Conventional deep learning approaches for estimating stator fault severity in induction motors often struggle to generalize to unobserved severity levels, particularly in extrapolation scenarios. The Deep Operator Network (DeepONet) has emerged as an operator learning framework, capable of approximating nonlinear mappings between function spaces and generalizing to unseen input functions. However, when a simulation-trained DeepONet is fine-tuned using limited experimental data, the scarcity of severity levels often leads to overfitting, thereby undermining the extrapolative capability acquired during simulation training.

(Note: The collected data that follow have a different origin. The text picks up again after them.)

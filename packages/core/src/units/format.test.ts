import { describe, expect, it } from 'vitest';
import { engineeringPrefix, formatNumber, formatPercent, formatQuantity, isUnprefixedUnit } from './format.js';

// SI prefixes per the BIPM SI Brochure (9th ed.); the strings are exact.
describe('formatQuantity(value, unit) uses engineering prefixes', () => {
  const cases: [number, string, string][] = [
    [2.2e-3, 'F', '2.2 mF'],
    [1600, 'V', '1.6 kV'],
    [0.035, 'Ω', '35 mΩ'],
    [1.8e-4, 'H', '180 µH'],
    [2.4e6, 'A/m', '2.4 MA/m'],
    [12000, 'A', '12 kA'],
    [5e-13, 's', '0.5 ps'],
    [2.816e3, 'J', '2.82 kJ'],
    [999.96, 'V', '1 kV'],
    [-3e-6, 'H', '−3 µH'],
    [0, 'A', '0 A'],
    [40, '°C', '40 °C'],
    [95, '(A/m)/A', '95 (A/m)/A'],
    [0.00393, '1/K', '0.00393 1/K'],
    [2.1, 'kg', '2.1 kg'],
    [2.5e-6, 'm²', '2.5 mm²'],
    [2.4e-4, 'm³', '240 cm³'],
    [1.5e-3, 'm', '1.5 mm'],
    [1.7241e-8, 'Ω·m', '1.72e-8 Ω·m'],
    [0.44, '1/min', '0.44 1/min'],
    [3e6, 'A²s', '3e6 A²s'],
    [12.5, '1/min', '12.5 1/min'],
    [3e-4, '1/s', '3e-4 1/s'],
    [0.5, '1', '0.5 1'],
    [0.25, '', '0.25'],
    [1234.5, '°C', '1230 °C'],
    [45.67, 'K', '45.7 K'],
    [12.34, '%', '12.3 %'],
    [0.5, 'm²', '0.5 m²'],
    [6e-4, 'm²', '6 cm²'],
    [1.2e-3, 'm²', '12 cm²'],
    [1e-12, 'm²', '1 µm²'],
    [3e-15, 'F', '0.003 pF'],
    [5e12, 'W', '5000 GW'],
    [999.4e3, 'A', '999 kA'],
    [NaN, 'A', 'n/a'],
    [Infinity, 'A', '∞ A'],
  ];
  for (const [v, u, s] of cases) it(`${v} ${u} -> "${s}"`, () => expect(formatQuantity(v, u)).toBe(s));
  it('digits option', () => {
    expect(formatQuantity(1.23456e-3, 'F', { digits: 5 })).toBe('1.2346 mF');
    expect(formatNumber(123456789, 3)).toBe('1.23e8');
  });
});

describe('formatQuantity never prefixes rate units', () => {
  // 0.44 shots per minute once printed as "440 m1/min": a reciprocal unit takes no prefix.
  it('every 1/… unit is unprefixed', () => {
    for (const u of ['1/min', '1/h', '1/s', '1/K']) expect(isUnprefixedUnit(u)).toBe(true);
    expect(isUnprefixedUnit('A/s')).toBe(false);
    expect(formatQuantity(0.44, '1/min')).not.toMatch(/m1\/min/);
  });
});

describe('formatNumber and formatPercent', () => {
  it('uses exponent notation outside [1e-3, 1e6)', () => {
    expect(formatNumber(1.234e-5)).toBe('1.23e-5');
    expect(formatNumber(2.5e7)).toBe('2.5e7');
    expect(formatNumber(1e-9)).toBe('1e-9');
    expect(formatNumber(0.5)).toBe('0.5');
  });
  it('prints a signed percentage from a fraction', () => {
    expect(formatPercent(0.234)).toBe('+23.4 %');
    expect(formatPercent(-0.05)).toBe('−5 %');
    expect(formatPercent(NaN)).toBe('n/a');
  });
});

describe('engineeringPrefix(maxAbs, unit)', () => {
  it('picks one prefix for a whole axis', () => {
    expect(engineeringPrefix(45.8e-3, 's')).toEqual({ factor: 1e-3, unit: 'ms' });
    expect(engineeringPrefix(5120, 'A')).toEqual({ factor: 1e3, unit: 'kA' });
    expect(engineeringPrefix(0, 'V')).toEqual({ factor: 1, unit: 'V' });
  });
  it('leaves unprefixed units, rates, areas and volumes at factor 1', () => {
    expect(engineeringPrefix(950, '°C')).toEqual({ factor: 1, unit: '°C' });
    expect(engineeringPrefix(0.44, '1/min')).toEqual({ factor: 1, unit: '1/min' });
    expect(engineeringPrefix(2.5e-6, 'm²')).toEqual({ factor: 1, unit: 'm²' });
    expect(engineeringPrefix(2.4e-4, 'm³')).toEqual({ factor: 1, unit: 'm³' });
  });
});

To address this limitation, an Adapter-Enhanced, Fourier feature Deep Operator Network is proposed. First, the base DeepONet is trained on simulation data to learn an operator that maps stator current signals to corresponding fault-related currents, thereby enabling severity extrapolation. To correct prediction residuals arising when applying the simulation-trained model to experimental signals, a parameter-efficient DeepONet-structured adapter is introduced. This adapter approximates a residual operator by mapping experimental stator currents to the discrepancies between simulation-trained predictions and ground-truth fault currents. It thereby enables residual prediction on previously unseen experimental stator currents. By freezing the simulation-trained model and updating only the adapter, the framework retains its extrapolation capability while adapting effectively to experimental data. Fourier feature embeddings are further applied to time coordinates to stabilize training and enhance extrapolation performance. The method is validated on simulated and experimental datasets at multiple motor speeds. Results show that it significantly outperforms comparison models in severity extrapolation and markedly reduces prediction residuals on experimental signals.